The central Andante offers a lovely poised theme for the soloist, yet Anderson soon dispels the effect by turning all Desi Arnaz and segueing into a jarring samba theme, complete with maracas. Anderson’s confection is endearing at times in its sheer goofiness but a lightness of being dominates, and it’s not hard to understand why the composer was more at home writing pieces like Syncopated Clock.

Soloist Wang delivered fiery advocacy and all the requisite  bravura the score called for, with Kirov drawing sumptuous textures in Anderson’s silver-screen climaxes.

Wang had much better material to work with in George’s Gershwin’s timeless Rhapsody in Blue, which opened the second half. A couple slips apart, Wang brought an impassioned style to Gershwin’s jazzy single-movement concerto and showed herself at home in the populist style, though a less steely approach might have conveyed more of the music’s charms. 

Kirov drew a souped-up accompaniment that at times threatened to bury his soloist. Yet there was no lack of high-stepping panache in the orchestra’s solos—not least Trever O’Riordan’s wonderfully sleazoid clarinet opening.

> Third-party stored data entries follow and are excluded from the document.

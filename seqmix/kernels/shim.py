"""What the kernels need of the `cython` module when Cython is not installed: names that do nothing."""

from __future__ import annotations

import builtins
from collections.abc import Callable
from typing import Any

compiled = False


class _Type:
    """A C type: what a cast to it does to a number."""

    def __init__(self, convert: Callable[[Any], Any]) -> None:
        self.convert = convert


class _NoGil:
    """`with nogil:` and `@nogil`."""

    def __enter__(self) -> None:
        return None

    def __exit__(self, *_: object) -> None:
        return None

    def __call__(self, function: Any) -> Any:
        return function


nogil = _NoGil()
void = _Type(lambda value: value)
bint = uchar = ushort = longlong = ulonglong = Py_ssize_t = int = _Type(builtins.int)
float = double = _Type(builtins.float)


def cfunc(function: Any) -> Any:
    return function


inline = cfunc


def exceptval(*_: Any, **__: Any) -> Any:
    return cfunc


def cast(kind: _Type, value: Any) -> Any:
    return kind.convert(value)


def declare(_: Any, value: Any = None) -> Any:
    return value
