@cython.cfunc
@cython.nogil
@cython.exceptval(check=False)
def _bits(
    shape: cython.double,
    norm: cython.double,
    middle: cython.double,
    width: cython.double,
    centre: cython.double,
    scale: cython.double,
    even: cython.bint,
) -> cython.double:
    """Minus log2 of the mass of a cell of `width` around `middle`; infinitely wide: all up to `middle`.

    even: the grid is, on this scale.
    """
    z: cython.double = fabs(middle - centre) / scale
    more: cython.double
    mass: cython.double
    low: cython.double
    high: cython.double
    width = width / scale
    if shape >= 0.0 and width < (EVEN if even else UNEVEN):
        more = 0.0
        if not even and z < 1e100:  # f'' / f
            if shape == 0.0:
                more = z * z - 1.0
            else:
                more = 1.0 + z * z / shape
                more = (shape + 1.0) / shape * ((shape + 2.0) * z * z / shape - 1.0) / (more * more)
            more = log1p(more * width * width / 24.0)
        return -(_log_density(shape, z, norm) + log(width) + more) / LN2
    high = (middle - centre) / scale
    if width < 1e300:
        low = high - 0.5 * width
        high = high + 0.5 * width
    else:
        low = -1e300
    if shape == UNIFORM:
        mass = 0.5 * width if z + 0.5 * width <= 1.0 else 0.5 * (min(high, 1.0) - max(low, -1.0))
        return -log(mass) / LN2 if mass > 0.0 else 1e300
    if low + high < 0.0:  # mirror: both tails then lie to the right
        mass = low
        low = -high
        high = -mass
    if shape < 0.0 and low >= 0.0:  # exact at any distance
        return -(log(0.5) - low + log(-_expm1(low - high))) / LN2
    if low < 0.0:
        mass = 1.0 - _tail(shape, -low, norm) - _tail(shape, high, norm)
    else:
        mass = _tail(shape, low, norm) - _tail(shape, high, norm)
    if mass < NEVER:  # out of reach of doubles: the density at the near edge times the width
        return -(_log_density(shape, max(low, 0.0), norm) + log(min(width, 1.0))) / LN2
    return -log(mass) / LN2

The early-evening, pre-banquet concert began with a rather grim rendition of the national anthem from the Homewood-Flossmoor High School Brass Choir, before the program’s opener, the world premiere of Ukko by Martha Horst.

It’s a testament to Kirov’s commitment to new music that he has convinced the IPO to not only hire a new composer-in-residence every year but to premiere three works by them throughout the season. Ben Ash was first named to the post last season and this year’s IPO composer-in-residence is Martha Horst, a composition teacher at Illinois State University.

Ukko takes its title and inspiration from the god of thunder in Finnish folk theology. Thunderous would be the word for a piece that begins with massive timpani attacks, leading to scurrying strings, distant thunder percussion rattles, and closing with a brilliant flourish.

Unfortunately, Ukko felt longer than its relatively brief length—heavier on volume than substance with too much of the score feeling like vamping in search of an interesting musical idea. No complaints about the performance with Kirov and the Philharmonic members giving Horst’s work a powerful and spirited debut.

Stilian Kirov conducts the Illinois Philharmonic Orchestra in Augusta Read Thomas’s Absolute Ocean and Mahler’s Symphony No. 4 with soprano Emily Birsan 7:30 p.m. November 16. ipomusic.org.